Sample Component Diagram using Redis for inventory #
3. Data Modelling for a Flash Sale #
The data model should make the “inventory-critical path” small and easily protected, while the rest uses standard e-commerce schemas.
Key Entities #
- Product: Basic product info, SKU, images, description etc.
- FlashSaleEvent: Defines the sale window, start time, end time, status (upcoming, active, ended) etc.
- FlashSaleProduct: Links products to a sale event, with sale-specific price and inventory.
- Reservation: Temporary hold on inventory for a user during the purchase flow, contains fields like
reservation_id,user_id,product_id,quantity,expires_at,status(active, expired, converted). - Order: Final order record, created after successful payment. Contains fields like
order_id,user_id,product_id,quantity,price,status(pending, paid, failed).
During the sale, the SSOT for inventory is Redis with DB updated asynchronously, the DB remains the source of truth for orders and payments.

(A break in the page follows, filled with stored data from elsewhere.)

impl NgramCounts {
    /// Counts arbitrary token sequences (one sentence per item) up to `order` (1–6), with an
    /// open vocabulary. Empty sentences are skipped.
    pub fn from_sentences(
        sentences: impl IntoIterator<Item = Vec<String>>,
        order: usize,
    ) -> Result<Self, LmError> {
        Self::from_sentences_with(sentences, order, &CountOptions::default())
    }

    /// Like [`NgramCounts::from_sentences`], with options (closed vocabulary).
    pub fn from_sentences_with(
        sentences: impl IntoIterator<Item = Vec<String>>,
        order: usize,
        options: &CountOptions,
    ) -> Result<Self, LmError> {
        check_order(order)?;
        let mut stream = TokenStream::new(options);
        for (position, sentence) in sentences.into_iter().enumerate() {
            if let Some(marker) = sentence.iter().find(|word| is_marker(word)) {
                return Err(LmError::Invalid(format!(
                    "sentence {}: expected words only, found the marker '{marker}' (markers are added around every sentence)",
                    position + 1
                )));
            }
            if !sentence.is_empty() {
                stream.push_sentence(sentence.iter().map(String::as_str));
            }
        }
        if stream.sentences == 0 {
            return Err(LmError::Invalid(
                "expected at least one non-empty sentence, found none".to_string(),
            ));
        }
        Self::count(stream, order)
    }

    /// Counts text files (UTF-8 or gzip, one sentence a line, words separated by white space).
    pub fn from_text_files(
        paths: &[PathBuf],
        order: usize,
        options: &CountOptions,
    ) -> Result<Self, LmError> {
        check_order(order)?;
        let mut stream = TokenStream::new(options);
        for path in paths {
            let before = stream.sentences;
            let mut lines = LineReader::new(open_text(path)?, path);
            while let Some(line) = lines.next_line()? {
                let marker = line
                    .split_whitespace()
                    .find(|word| is_marker(word))
                    .map(str::to_string);
                if let Some(marker) = marker {
                    return Err(LmError::Text {
                        path: path.clone(),
                        line: lines.line,
                        message: format!(
                            "expected words only, found the marker '{marker}' (markers are added around every line)"
                        ),
                    });
                }
                let mut words = line.split_whitespace().peekable();
                if words.peek().is_some() {
                    stream.push_sentence(words);
                }
            }
            if stream.sentences == before {
                return Err(LmError::Text {
                    path: path.clone(),
                    line: lines.line,
                    message: "expected at least one line with words, found none (empty text)"
                        .to_string(),
                });
            }
        }
        if stream.sentences == 0 {
            return Err(LmError::Invalid(
                "expected at least one text file, found none".to_string(),
            ));
        }
        Self::count(stream, order)
    }

    fn count(stream: TokenStream, order: usize) -> Result<Self, LmError> {
        let TokenStream {
            words,
            tokens,
            sentences,
            ..
        } = stream;
        let vocabulary_size = words.len();
        let bits = (32 - (vocabulary_size as u32 - 1).leading_zeros()).max(1);
        if bits as usize * order > 128 {
            return Err(LmError::Invalid(format!(
                "a vocabulary of {vocabulary_size} words is too large for order {order}: expected at most 2^{} words",
                128 / order
            )));
        }
        let pack = |ngram: &[u32]| {
            ngram
                .iter()
                .fold(0u128, |key, &word| (key << bits) | u128::from(word))
        };
        let mut unigram_raw = vec![0u64; vocabulary_size];
        let mut unigram_kneser_ney = vec![0u64; vocabulary_size];
        let token_count = tokens.len() - sentences; // every token but `<s>` is predicted
        if order == 1 {
            for &token in &tokens {
                unigram_raw[token as usize] += 1;
            }
            unigram_kneser_ney.copy_from_slice(&unigram_raw);
            unigram_kneser_ney[START_ID as usize] = 0;
            return Ok(NgramCounts {
                order,
                words,
                bits,
                unigram_raw,
                unigram_kneser_ney,
                levels: Vec::new(),
                sentences,
                tokens: token_count,
            });
        }
        // Highest-order occurrences and, per lower order, the n-grams beginning with `<s>`.
        let mut top: Vec<u128> = Vec::with_capacity(tokens.len());
        let mut starts: Vec<Vec<u128>> = vec![Vec::new(); order];
        let mut sentence_start = 0;
        for (position, &token) in tokens.iter().enumerate() {
            if token != END_ID {
                continue;
            }
            let sentence = &tokens[sentence_start..=position];
            sentence_start = position + 1;
            for window in sentence.windows(order) {
                top.push(pack(window));
            }
            for (n, keys) in starts.iter_mut().enumerate().take(order).skip(2) {
                if n <= sentence.len() {
                    keys.push(pack(&sentence[..n]));
                }
            }
        }
        drop(tokens);
        top.sort_unstable();
        let mut highest = CountLevel::default();
        for key in top {
            if highest.keys.last() == Some(&key) {
                *highest.raw.last_mut().unwrap_or(&mut 0) += 1;
            } else {
                highest.keys.push(key);
                highest.raw.push(1);
            }
        }
        highest.kneser_ney = highest.raw.clone();
        let mut levels: Vec<CountLevel> = vec![CountLevel::default(); order - 1];
        levels[order - 2] = highest;
        for n in (1..order).rev() {
            // Derive order n from the distinct (n+1)-grams.
            let upper = &mut levels[n - 1];
            let suffix_mask = if bits as usize * n >= 128 {
                u128::MAX
            } else {
                (1u128 << (bits as usize * n)) - 1
            };
            let mut suffixes: Vec<(u128, u32, u32)> = upper
                .keys
                .iter()
                .zip(&upper.raw)
                .enumerate()
                .map(|(index, (&key, &raw))| (key & suffix_mask, raw, index as u32))
                .collect();
            suffixes.sort_unstable_by_key(|&(key, _, _)| key);
            upper.suffix = vec![0; upper.keys.len()];
            if n == 1 {
                for &(key, raw, index) in &suffixes {
                    let word = key as usize;
                    unigram_raw[word] += u64::from(raw);
                    unigram_kneser_ney[word] += 1;
                    upper.suffix[index as usize] = word as u32;
                }
                unigram_raw[START_ID as usize] = sentences as u64;
                break;
            }
            let mut begin_with_start = std::mem::take(&mut starts[n]);
            begin_with_start.sort_unstable();
            let mut level = CountLevel::default();
            for key in begin_with_start {
                if level.keys.last() == Some(&key) {
                    *level.raw.last_mut().unwrap_or(&mut 0) += 1;
                } else {
                    level.keys.push(key);
                    level.raw.push(1);
                }
            }
            level.kneser_ney = level.raw.clone();
            for &(key, raw, index) in &suffixes {
                if level.keys.last() == Some(&key) {
                    *level.raw.last_mut().unwrap_or(&mut 0) += raw;
                    *level.kneser_ney.last_mut().unwrap_or(&mut 0) += 1;
                } else {
                    level.keys.push(key);
                    level.raw.push(raw);
                    level.kneser_ney.push(1);
                }
                upper.suffix[index as usize] = (level.keys.len() - 1) as u32;
            }
            levels[n - 2] = level;
        }
        // Prefix links: contexts appear in ascending order, so one merge walk per order.
        for n in 2..=order {
            let (lower, upper) = levels.split_at_mut(n - 2);
            let upper = &mut upper[0];
            if n == 2 {
                upper.prefix = upper.keys.iter().map(|&key| (key >> bits) as u32).collect();
                continue;
            }
            let lower_keys = &lower[n - 3].keys;
            let mut cursor = 0usize;
            upper.prefix = upper
                .keys
                .iter()
                .map(|&key| {
                    let prefix = key >> bits;
                    while lower_keys[cursor] < prefix {
                        cursor += 1;
                    }
                    cursor as u32
                })
                .collect();
        }
        Ok(NgramCounts {
            order,
            words,
            bits,
            unigram_raw,
            unigram_kneser_ney,
            levels,
            sentences,
            tokens: token_count,
        })
    }

    /// The n-gram order counted.
    pub fn order(&self) -> usize {
        self.order
    }

    /// Number of sentences counted.
    pub fn sentences(&self) -> usize {
        self.sentences
    }

    /// Number of predicted tokens counted (words and `</s>`).
    pub fn tokens(&self) -> usize {
        self.tokens
    }

    /// The vocabulary, `<s>`, `</s>` and `<unk>` first.
    pub fn words(&self) -> &[String] {
        &self.words
    }

    /// Number of distinct n-grams of each order (unigrams: the vocabulary including `<s>`).
    pub fn ngram_counts(&self) -> Vec<usize> {
        std::iter::once(self.words.len())
            .chain(self.levels.iter().map(|level| level.keys.len()))
            .collect()
    }

    pub(crate) fn bits(&self) -> u32 {
        self.bits
    }

    /// The raw count of an n-gram given as words (tests and diagnostics; binary search).
    pub fn raw_count(&self, ngram: &[&str]) -> u64 {
        self.lookup(ngram).map_or(0, |(raw, _)| raw)
    }

    /// The count the Kneser-Ney family uses for an n-gram (continuation count below the highest
    /// order unless it begins with `<s>`).
    pub fn kneser_ney_count(&self, ngram: &[&str]) -> u64 {
        self.lookup(ngram).map_or(0, |(_, count)| count)
    }

    fn lookup(&self, ngram: &[&str]) -> Option<(u64, u64)> {
        let ids: Option<Vec<u32>> = ngram
            .iter()
            .map(|word| {
                self.words
                    .iter()
                    .position(|known| known == word)
                    .map(|id| id as u32)
            })
            .collect();
        let ids = ids?;
        match ids.len() {
            0 => None,
            1 => Some((
                self.unigram_raw[ids[0] as usize],
                self.unigram_kneser_ney[ids[0] as usize],
            )),
            n if n <= self.order => {
                let key = ids
                    .iter()
                    .fold(0u128, |key, &word| (key << self.bits) | u128::from(word));
                let level = &self.levels[n - 2];
                let index = level.keys.binary_search(&key).ok()?;
                Some((
                    u64::from(level.raw[index]),
                    u64::from(level.kneser_ney[index]),
                ))
            }
            _ => None,
        }
    }
}
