//! The one error type of this crate.

use std::path::PathBuf;

/// Everything that can go wrong while reading, building, estimating or writing a language model.
///
/// Messages name the file (or the item) and the line where that makes sense, what was expected
/// and what was found.
#[derive(Debug, thiserror::Error)]
pub enum LmError {
    /// A file could not be opened, read or written.
    #[error("{path}: {action}: {source}")]
    Io {
        /// The file.
        path: PathBuf,
        /// What we were doing ("cannot open", "cannot read", "cannot write").
        action: &'static str,
        /// The operating-system error.
        source: std::io::Error,
    },
    /// A malformed line in an ARPA file.
    #[error("{path}, line {line}: {message}")]
    Arpa {
        /// The ARPA file.
        path: PathBuf,
        /// 1-based line number (the last line read when the problem is the end of the file).
        line: usize,
        /// What was expected and what was found.
        message: String,
    },
    /// A problem in a training, tuning or vocabulary text.
    #[error("{path}, line {line}: {message}")]
    Text {
        /// The text file.
        path: PathBuf,
        /// 1-based line number (0 when the problem concerns the whole file).
        line: usize,
        /// What was expected and what was found.
        message: String,
    },
    /// An n-gram order outside the supported range.
    #[error("n-gram order {found} is not supported: expected 1 to {max}")]
    UnsupportedOrder {
        /// The order that was asked for.
        found: usize,
        /// The largest supported order.
        max: usize,
    },
    /// A setting or combination of inputs that cannot be used.
    #[error("{0}")]
    Invalid(String),
}

impl LmError {
    pub(crate) fn io(
        path: impl Into<PathBuf>,
        action: &'static str,
        source: std::io::Error,
    ) -> Self {
        LmError::Io {
            path: path.into(),
            action,
            source,
        }
    }
}
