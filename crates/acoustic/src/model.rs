//! The model directory (`model.safetensors` + `model.toml`) and inference.

use std::borrow::Cow;
use std::collections::BTreeMap;
use std::path::Path;

use candle_core::{Device, Tensor, Var};
use ndarray::Array2;
use serde::{Deserialize, Serialize};

use isogloss_speaker::{IvectorExtractor, EXTRACTOR_DESCRIPTION};

use crate::config::{MatmulPrecision, TdnnConfig};
use crate::io::{serialize_tensors, write_atomically};
use crate::tdnn::{var_builder, Tdnn};
use crate::units::UnitInventory;
use crate::warp_search::{Candidate, Frontend};
use crate::AcousticError;

/// Feature settings recorded in (and required by) the model; the features crate's type.
pub use isogloss_features::FeatureConfig;

/// Version of the `model.toml` layout written by this crate.
pub const MODEL_FORMAT: u32 = 1;

/// Where a model came from.
#[derive(Debug, Clone, Default, PartialEq, Serialize, Deserialize)]
pub struct Provenance {
    /// SHA-256 of the training manifest file.
    pub train_manifest_sha256: String,
    /// SHA-256 of the dev manifest file.
    pub dev_manifest_sha256: String,
    /// Transcript column the units were taken from.
    pub column: String,
    /// Epochs trained when these weights were saved.
    pub epochs: usize,
    /// Per-frame dev CTC loss of these weights.
    pub dev_loss: f64,
    /// Greedy dev unit error rate of these weights.
    pub dev_unit_error_rate: f64,
    /// Training utterances used and skipped.
    pub train_utterances: usize,
    /// Training utterances skipped because their labels did not fit.
    pub skipped_utterances: usize,
    /// Seed of the run.
    pub seed: u64,
    /// Program that wrote the model.
    pub written_by: String,
    /// Optimizer updates done when these weights were saved.
    #[serde(default)]
    pub updates: u64,
    /// The wall-clock budget of the run in minutes (`--minutes`), if it had one.
    #[serde(default, skip_serializing_if = "Option::is_none")]
    pub minutes: Option<f64>,
    /// The model directory whose weights the run started from (`train --from`), if any.
    #[serde(default, skip_serializing_if = "Option::is_none")]
    pub started_from: Option<String>,
    /// Epochs whose weights these are the mean of (`[training] average_share`; 0 or absent:
    /// one epoch's weights). `dev_loss` and `dev_unit_error_rate` are then the mean's.
    #[serde(default, skip_serializing_if = "is_zero")]
    pub averaged_epochs: usize,
}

4. Inventory Oversell Prevention Strategies #
Preventing oversell is the heart of any flash sale system, the design should ensure that no path can decrement the inventory to below zero.
a. Database Only #
Keep remaining_quantity in the DB and use row-level locks or optimistic locking to prevent oversell.
(Optimistic Locking is a strategy where we assume that the data is not going to be contested and we don’t use locks. Instead, we use a version column (or timestamp, or checksum) to detect if the data has been modified by another transaction. If it has, we abort the transaction and retry.)
b. Redis as the Hot Inventory Store #
For high concurrency, maintain inventory counters in Redis and use atomic operations / Lua scripts. Lua script runs atomically within Redis, ensuring that no two requests can decrement the inventory below zero.
c. Queue-Based Strict Serialization #
For extreme fairness / robustness, you can treat inventory as a ticket dispenser behind a queue. Enqueue each validated purchase attempt to a per-event queue. A small pool of consumers dequeue and decrements inventory, and create reservations/orders. This serializes all inventory writes and is extremely robust, but adds latency and requires a separate “inventory worker” process.
5. Reservation vs Direct Order Creation #
You need to choose whether to reserve stock when a user clicks “Buy Now”, then finalize after payment or create the order directly.
Reservation Model (Common) #
For every Buy Now request, you atomically decrement inventory in Redis, create a Reservation record in Redis with a short TTL (e.g. 10 minutes) or in DB, and wait for user to complete payment. If the payment succeeds before expiry, the reservation is converted to a confirmed order. If not, the reservation expires and inventory is released. You could run a recovery job that scans expired reservations and adds stock back.
Direct Order Model #
Immediately create an order with Pending_Payment state and decrement inventory. If payment fails or times out, you mark the order cancelled and release the inventory. This can be done using a cron job that scans for orders in Pending_Payment state and releases the inventory. It’s simple conceptually but requires a robust recovery mechanism to handle failures and prevent dead inventory.
When reservation is better: when conversion rate is uncertain and you expect many failed/abandoned attempts (typical in flash sales), reservations keep “trash” out of the main order table. It prevents the order table from filling up with failed orders and keeps the critical path clean.